import { must } from '../arithmetic/index.ts';
import { dayNumber } from '../due/index.ts';
import { cents, sum, type Cents } from '../money/index.ts';
import type { Trade, Waiver } from './types.ts';

/** What must hold before exposure is computed. Throws InvalidInput naming the field, such as `trades.0.waivers.2.throughOn`. */
export function checkTrades(trades: readonly Trade[]): void {
  const ids = new Set<string>();
  trades.forEach((trade, i) => {
    const field = `trades.${i}`;
    once(ids, trade.id, `${field}.id`);
    notNegative(trade.committedCents, `${field}.committedCents`);
    notNegative(trade.retainageHeldCents, `${field}.retainageHeldCents`);
    checkInvoices(trade, field);
    trade.payments.forEach((payment, n) => {
      dayNumber(payment.on, `${field}.payments.${n}.on`);
      notNegative(payment.amountCents, `${field}.payments.${n}.amountCents`);
      must(payment.reference.trim().length > 0, `${field}.payments.${n}.reference`, payment.reference, 'must name the check or transfer');
    });
    const waivers = new Set<string>();
    trade.waivers.forEach((waiver, n) => {
      once(waivers, waiver.id, `${field}.waivers.${n}.id`);
      checkWaiver(waiver, `${field}.waivers.${n}`);
    });
  });
}

function checkInvoices(trade: Trade, field: string): void {
  const ids = new Set<string>();
  trade.invoices.forEach((invoice, n) => {
    once(ids, invoice.id, `${field}.invoices.${n}.id`);
    dayNumber(invoice.throughOn, `${field}.invoices.${n}.throughOn`);
    notNegative(invoice.amountCents, `${field}.invoices.${n}.amountCents`);
  });
  const invoiced = sum(trade.invoices.map(({ amountCents }) => amountCents), `${field}.invoices`);
  must(trade.retainageHeldCents <= invoiced, `${field}.retainageHeldCents`, trade.retainageHeldCents, 'must be at most what was invoiced');
}

function checkWaiver(waiver: Waiver, field: string): void {
  dayNumber(waiver.throughOn, `${field}.throughOn`);
  must(waiver.effect === 'conditional' || waiver.effect === 'unconditional', `${field}.effect`, waiver.effect, 'must be conditional or unconditional');
  must(waiver.stage === 'progress' || waiver.stage === 'final', `${field}.stage`, waiver.stage, 'must be progress or final');
  if (waiver.stage === 'progress') notNegative(waiver.amountCents, `${field}.amountCents`);
  else notNegative(waiver.exceptedCents, `${field}.exceptedCents`);
}

function notNegative(amount: Cents, field: string): void {
  must(cents(amount, field) >= 0, field, amount, 'must not be negative');
}

function once(known: Set<string>, id: string, field: string): void {
  must(!known.has(id), field, id, 'must be named once');
  known.add(id);
}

__What you need to do__: The answer should consist of every entry, repeated word for word.

__Expected answer__:
import { must } from '../arithmetic/index.ts';
import { dayNumber } from '../due/index.ts';
import { cents, sum, type Cents } from '../money/index.ts';
import type { Trade, Waiver } from './types.ts';

/** What must hold before exposure is computed. Throws InvalidInput naming the field, such as `trades.0.waivers.2.throughOn`. */
export function checkTrades(trades: readonly Trade[]): void {
  const ids = new Set<string>();
  trades.forEach((trade, i) => {
    const field = `trades.${i}`;
    once(ids, trade.id, `${field}.id`);
    notNegative(trade.committedCents, `${field}.committedCents`);
    notNegative(trade.retainageHeldCents, `${field}.retainageHeldCents`);
    checkInvoices(trade, field);
    trade.payments.forEach((payment, n) => {
      dayNumber(payment.on, `${field}.payments.${n}.on`);
      notNegative(payment.amountCents, `${field}.payments.${n}.amountCents`);
      must(payment.reference.trim().length > 0, `${field}.payments.${n}.reference`, payment.reference, 'must name the check or transfer');
    });
    const waivers = new Set<string>();
    trade.waivers.forEach((waiver, n) => {
      once(waivers, waiver.id, `${field}.waivers.${n}.id`);
      checkWaiver(waiver, `${field}.waivers.${n}`);
    });
  });
}

function checkInvoices(trade: Trade, field: string): void {
  const ids = new Set<string>();
  trade.invoices.forEach((invoice, n) => {
    once(ids, invoice.id, `${field}.invoices.${n}.id`);
    dayNumber(invoice.throughOn, `${field}.invoices.${n}.throughOn`);
    notNegative(invoice.amountCents, `${field}.invoices.${n}.amountCents`);
  });
  const invoiced = sum(trade.invoices.map(({ amountCents }) => amountCents), `${field}.invoices`);
  must(trade.retainageHeldCents <= invoiced, `${field}.retainageHeldCents`, trade.retainageHeldCents, 'must be at most what was invoiced');
}

function checkWaiver(waiver: Waiver, field: string): void {
  dayNumber(waiver.throughOn, `${field}.throughOn`);
  must(waiver.effect === 'conditional' || waiver.effect === 'unconditional', `${field}.effect`, waiver.effect, 'must be conditional or unconditional');
  must(waiver.stage === 'progress' || waiver.stage === 'final', `${field}.stage`, waiver.stage, 'must be progress or final');
  if (waiver.stage === 'progress') notNegative(waiver.amountCents, `${field}.amountCents`);
  else notNegative(waiver.exceptedCents, `${field}.exceptedCents`);
}

function notNegative(amount: Cents, field: string): void {
  must(cents(amount, field) >= 0, field, amount, 'must not be negative');
}

function once(known: Set<string>, id: string, field: string): void {
  must(!known.has(id), field, id, 'must be named once');
  known.add(id);
}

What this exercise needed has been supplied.